趙正立刻有樣學樣把書包一扔跟上了明月的腳步,楊遠跺跺腳也把書包一扔,三個孩子在微弱的暮光中竭力奔跑喊著王敏敏的名字。
在哪里,究竟在哪里啊——
明月的肺部就像有鐵砂在摩刮,一呼一吸都痛的要命,可她不能停下,哪怕能早一秒找到敏敏,她就有可能少受一點傷害。
她的喉嚨變得沙啞,兩個男孩也快累倒了,每走到一處,他們只要遇到人就要問上一遍,小縣城不大,開車的話用不了半個小時就能從繞上一圈,可此刻他們無異于大海撈針。
“明月,等等,讓我喘口氣。”再一次匯合的三人都近乎力竭,楊遠撐著墻壁大口大口的呼吸著。他們一路跑到了明月家門前的那條坑洼不平的土路上,站在岔路口,兩端都是深不見底的黑暗,天已經完全黑下來了,城郊的村落沒有燈光的照明,那是真正的黑夜。
“不能等,再快一點,我可以救她的,如果我當時能過去看看,我可以救她的,我本來可以救她的。”
這樣脫口而出的一句話,就如同撥開了層層的迷霧,她想起來她之所以悔恨多年的原因,她無法忘懷那悲傷的緣故,正因為帶走敏敏的人就和她住在一條路的兩頭。
很多年里,許清源絕望而悲痛的模樣始終在她的心里揮之不去。明月總在幻想,如果那天晚上,她跑到路的另一頭,是不是就能發現敏敏,是不是就能救下敏敏。
即使長大以后她明白了沒有那個如果,可這依舊成為她成長過程中無法抹去的痛苦和遺憾。
“我知道敏敏在哪里了。
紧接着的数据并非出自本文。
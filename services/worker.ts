import { move, transferableSymbol, valueSymbol } from 'piscina';
import type { z } from 'zod';
import { ScienceError } from '../src/errors.js';
import { cautionHeaders, prefersCsv, resultCsvAnswer, type TableName } from './formats/csv-tables.js';
import { withDetail } from './formats/respond.js';
import { withDisplay } from './formats/round.js';
import { jobSize } from './job-size.js';
import type { Provenance } from './provenance.js';
import { decodeBody, InvalidJsonBody, type Limits, NonFiniteLiteral } from './raw-body.js';
import { type CheckRequest, CheckResponseSchema, checkRequestSchema } from './schemas/checks.js';
import { type FitRequest, FitResponseSchema, fitRequestSchema } from './schemas/fit.js';
import { type PeaksRequest, type PeaksResponse, PeaksResponseSchema, parsePeaksRequest } from './schemas/peaks.js';
import {
  type PotentialRequest,
  type PotentialResponse,
  PotentialResponseSchema,
  potentialRequestSchema,
} from './schemas/potentials.js';
import type { PredictionRequest } from './schemas/predictions.js';
import { compiledSerializer } from './serializer.js';
import { runCheck } from './usecases/check.js';
import { assertFinite, NonFiniteResult } from './usecases/finite.js';
import { runFit } from './usecases/fit.js';
import { runPeaksInThreads } from './usecases/peaks.js';
import { runPotential } from './usecases/potential.js';
import { runPrediction } from './usecases/predict.js';
import { runReport } from './usecases/report.js';

/** The use cases a worker thread runs; the request bodies arrive already validated. */
export type Job =
  | { kind: 'fit'; body: FitRequest }
  | { kind: 'check'; body: CheckRequest }
  | { kind: 'report'; body: CheckRequest; provenance?: Provenance }
  | { kind: 'peaks'; body: PeaksRequest; peakThreads?: number }
  | { kind: 'predict'; body: PredictionRequest }
  | { kind: 'potential'; body: PotentialRequest }
  | RawJob;

/** A large body, as received: parsed, validated, run and serialised here (services/raw-body.ts). */
export interface RawJob {
  readonly kind: 'raw';
  readonly route: 'fit' | 'check' | 'report' | 'peaks' | 'potential';
  /** The body's bytes (a view on a SharedArrayBuffer: services/raw-body.ts). */
  readonly bytes: Uint8Array;
  readonly contentType: string;
  readonly query: Record<string, unknown>;
  readonly limits: Limits;
  /** Lines reserved for this body: a body with over 25 % more stops after parsing and answers { budget: lines }. */
  readonly reservedLines?: number;
  readonly provenance: Provenance;
  /** The request's Accept header: fits and checks answer CSV when it prefers text/csv (services/formats/). */
  readonly accept?: string;
  /** Threads for the group fits of a large spectrum (PEAK_THREADS); one when absent. */
  readonly peakThreads?: number;
}

/** What a raw job answers: the response body, already serialised and encoded (UTF-8). */
export interface RawAnswer {
  readonly body: Uint8Array;
  readonly type: string;
  /** The QA verdict, for the metrics. */
  readonly verdict?: string;
  /** Response headers beside the type (a CSV answer's cautions). */
  readonly headers?: Record<string, string>;
}

export type JobResult =
  | { ok: true; value: unknown }
  | { ok: false; error: { code: string; message: string; details: Record<string, unknown> } }
  | { ok: false; nonFinite: { quantity: string; value: string } }
  | { ok: false; budget: number; bytes?: Uint8Array }
  | { ok: false; invalidJson: string }
  | { ok: false; clientError: string }
  | { ok: false; validation: { path: string; message: string }[] };

class NeedsBudget extends Error {
  constructor(readonly lines: number) {
    super('more lines than reserved');
  }
}

class ValidationFailed extends Error {
  constructor(readonly issues: z.core.$ZodIssue[]) {
    super('validation failed');
  }
}

const requestSchemas = new Map<string, z.ZodType>();
function requestSchema(route: 'fit' | 'check' | 'report' | 'potential', maxLines: number): z.ZodType {
  const key = `${route}:${maxLines}`;
  let s = requestSchemas.get(key);
  if (!s) {
    s =
      route === 'fit'
        ? fitRequestSchema(maxLines)
        : route === 'potential'
          ? potentialRequestSchema(maxLines)
          : checkRequestSchema(maxLines);
    requestSchemas.set(key, s);
  }
  return s;
}

/** UTF-8 bytes in an ArrayBuffer of their own (so that it can be moved to the main thread, not copied). */
const utf8 = (text: string): Uint8Array => new TextEncoder().encode(text);

function runRaw(job: RawJob): RawAnswer | Promise<RawAnswer> {
  const decoded = decodeBody(job, job.limits);
  const parsed =
    job.route === 'peaks'
      ? parsePeaksRequest(decoded)
      : requestSchema(job.route, job.limits.maxLines).safeParse(decoded);
  if (!parsed.success) throw new ValidationFailed(parsed.error.issues);
  const body = withDetail(parsed.data as FitRequest & { sample?: object }, job.query);
  const size = jobSize(body as { lines?: readonly unknown[]; spectrum?: { x: readonly unknown[] } });
  // 25 % slack: a body of ~80-byte lines runs at once on its estimate; a compact one (bare positions, ~20 bytes a
  // line) stops here and runs again once its true size is reserved.
  if (job.reservedLines !== undefined && size > 1.25 * job.reservedLines) throw new NeedsBudget(size);
  if (job.route === 'report')
    return {
      body: utf8(runReport(body as CheckRequest, { provenance: job.provenance })),
      type: 'text/html; charset=utf-8',
    };
  if (job.route === 'peaks')
    return runPeaksInThreads(body as unknown as PeaksRequest, job.peakThreads ?? 1).then((r) =>
      rawAnswer(job, body, r),
    );
  if (job.route === 'potential') return rawAnswer(job, body, runPotential(body as unknown as PotentialRequest));
  return rawAnswer(job, body, job.route === 'fit' ? runFit(body) : runCheck(body as CheckRequest));
}

/** A raw job's result stamped, checked finite and serialised as the route answers it. */
function rawAnswer(
  job: RawJob,
  body: { sample?: object },
  result: ReturnType<typeof runFit> | ReturnType<typeof runCheck> | PeaksResponse | PotentialResponse,
): RawAnswer {
  const stamped = { ...assertFinite(result), ...(body.sample ? { sample: body.sample } : {}), ...job.provenance };
  const responseSchema: z.ZodType =
    job.route === 'fit'
      ? FitResponseSchema
      : job.route === 'check'
        ? CheckResponseSchema
        : job.route === 'potential'
          ? PotentialResponseSchema
          : PeaksResponseSchema;
  // CSV tables and rounded display strings are forms of fits and checks only, as for a small body.
  const tabular = job.route === 'fit' || job.route === 'check' || job.route === 'report';
  const verdict = 'verdict' in result ? { verdict: String(result.verdict) } : {};
  // The same forms as a small body gets (services/formats/respond.ts): CSV tables, or rounded display strings.
  if (tabular && prefersCsv(job.accept)) {
    const table = (job.query.table as TableName | undefined) ?? 'lines';
    const kind = job.route as 'fit' | 'check';
    return {
      body: utf8(resultCsvAnswer(kind, stamped as never, table, job.query.comments === 'true')),
      type: 'text/csv; charset=utf-8',
      headers: {
        'content-disposition': `inline; filename="${kind}-${table}.csv"`,
        ...cautionHeaders(kind, stamped as never),
      },
      ...verdict,
    };
  }
  const shown = tabular && job.query.display === 'rounded' ? withDisplay(stamped) : stamped;
  // Serialised as a small body's answer is (services/serializer.ts), without checking it against its schema.
  return { body: utf8(compiledSerializer(responseSchema)(shown)), type: 'application/json; charset=utf-8', ...verdict };
}

function run(job: Job): unknown {
  switch (job.kind) {
    case 'fit':
      return assertFinite(runFit(job.body));
    case 'check':
      return assertFinite(runCheck(job.body));
    case 'report':
      return runReport(job.body, { ...(job.provenance ? { provenance: job.provenance } : {}) });
    case 'peaks':
      return runPeaksInThreads(job.body, job.peakThreads ?? 1).then(assertFinite);
    case 'predict':
      return assertFinite(runPrediction(job.body));
    case 'potential':
      return assertFinite(runPotential(job.body));
    case 'raw':
      return runRaw(job);
  }
}

/** Runs a job; a large spectrum's peaks (group fits in threads) answer later, everything else at once. */
export function runJob(job: Job): JobResult | Promise<JobResult> {
  try {
    const value = run(job);
    return value instanceof Promise ? value.then(succeeded, failed) : succeeded(value);
  } catch (e) {
    return failed(e);
  }
}

const succeeded = (value: unknown): JobResult => ({ ok: true, value });

function failed(e: unknown): JobResult {
  // Science errors cross the thread boundary as plain data and are rebuilt on the other side.
  if (e instanceof ScienceError)
    return { ok: false, error: { code: e.code, message: e.message, details: { ...e.details } } };
  if (e instanceof NonFiniteResult) return { ok: false, nonFinite: { quantity: e.quantity, value: e.value } };
  if (e instanceof NeedsBudget) return { ok: false, budget: e.lines };
  if (e instanceof InvalidJsonBody) return { ok: false, invalidJson: e.message };
  if (e instanceof NonFiniteLiteral) return { ok: false, validation: [{ path: e.field, message: e.reason }] };
  if (e instanceof ValidationFailed)
    return {
      ok: false,
      validation: e.issues.map((i) => ({ path: i.path.map(String).join('/') || '(body)', message: i.message })),
    };
  // The parser's own 400s (nesting, a forbidden key) get the answer they get inline: a 100 000-deep body of
  // objects, large enough for a worker, was a VALIDATION_FAILED where the same depth of arrays, parsed inline, was
  // a BAD_REQUEST.
  if (e instanceof Error && (e as { statusCode?: number }).statusCode === 400)
    return { ok: false, clientError: e.message };
  throw e;
}

/**
 * The worker's entry: a raw job's answer bytes are moved (transferred) to the main thread instead of being
 * copied and deserialised there (bench/loop-pause.ts: a 100 000-line fit's answer of ~30 MB held the event loop
 * for 100 ms on arrival and 260 ms more when written to the socket as a string).
 */
export default async function runInWorker(job: Job): Promise<JobResult | ReturnType<typeof move>> {
  const r = await runJob(job);
  if (job.kind !== 'raw') return r;
  // A body that must wait for more budget goes back with its bytes (they were moved here) for the next run.
  if (!r.ok && 'budget' in r)
    return move({ [transferableSymbol]: job.bytes.buffer, [valueSymbol]: { ...r, bytes: job.bytes } });
  if (!r.ok) return r;
  const bytes = (r.value as RawAnswer).body;
  return move({ [transferableSymbol]: bytes.buffer, [valueSymbol]: r });
}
”明月突然叫了出來,趙正和楊遠都以為明月瘋魔了,“小正,小遠,你快跑到我家去打電話給警察叔叔和許阿姨,你快喊人過來,敏敏就在這條路上的一個房子里,你讓他們趕快過來,你們快去啊。”
趙正立刻跑了起來,“那你呢。”
“我去找敏敏!”明月再次瘋狂地跑了起來。
三個孩子,拼命地奔跑著,想要跑贏時間,贏得救下朋友的一絲希望。
路上一片漆黑,只有河岸上的一排小燈散發這昏黃的光芒,可這對于漆黑一片的前路毫無用處,明月只能借著點月光一邊跑著一邊大聲喊著救命,希望周圍能有人能聽見。
村落的黑夜和城市的黑夜完全不同,那是真正的伸手不見五指。
這條路明月幾乎沒有走過,那個小小的手電光芒也漸漸弱了下去,只留下黑暗中她急促的呼吸和劇烈的心跳聲。
摔倒了好幾次,明月帶著毛毛越走越偏,到后面連房子都沒有幾座了。令她感到絕望的是他們一路上沒有都沒有遇見過一個人,就在明月快要崩潰的時候,她聽見了一絲微弱的哭聲。
“敏敏!”河邊的一座小屋中傳來男人的斥罵和孩子嗚嗚的哭泣聲,毛毛直接沖了上去扒著門口狂吠。
明月立刻跑向那座小房子,里面的聲音愈加清晰,正是敏敏!明月使了吃奶的力氣拿起屋邊的鐵锨砸向門。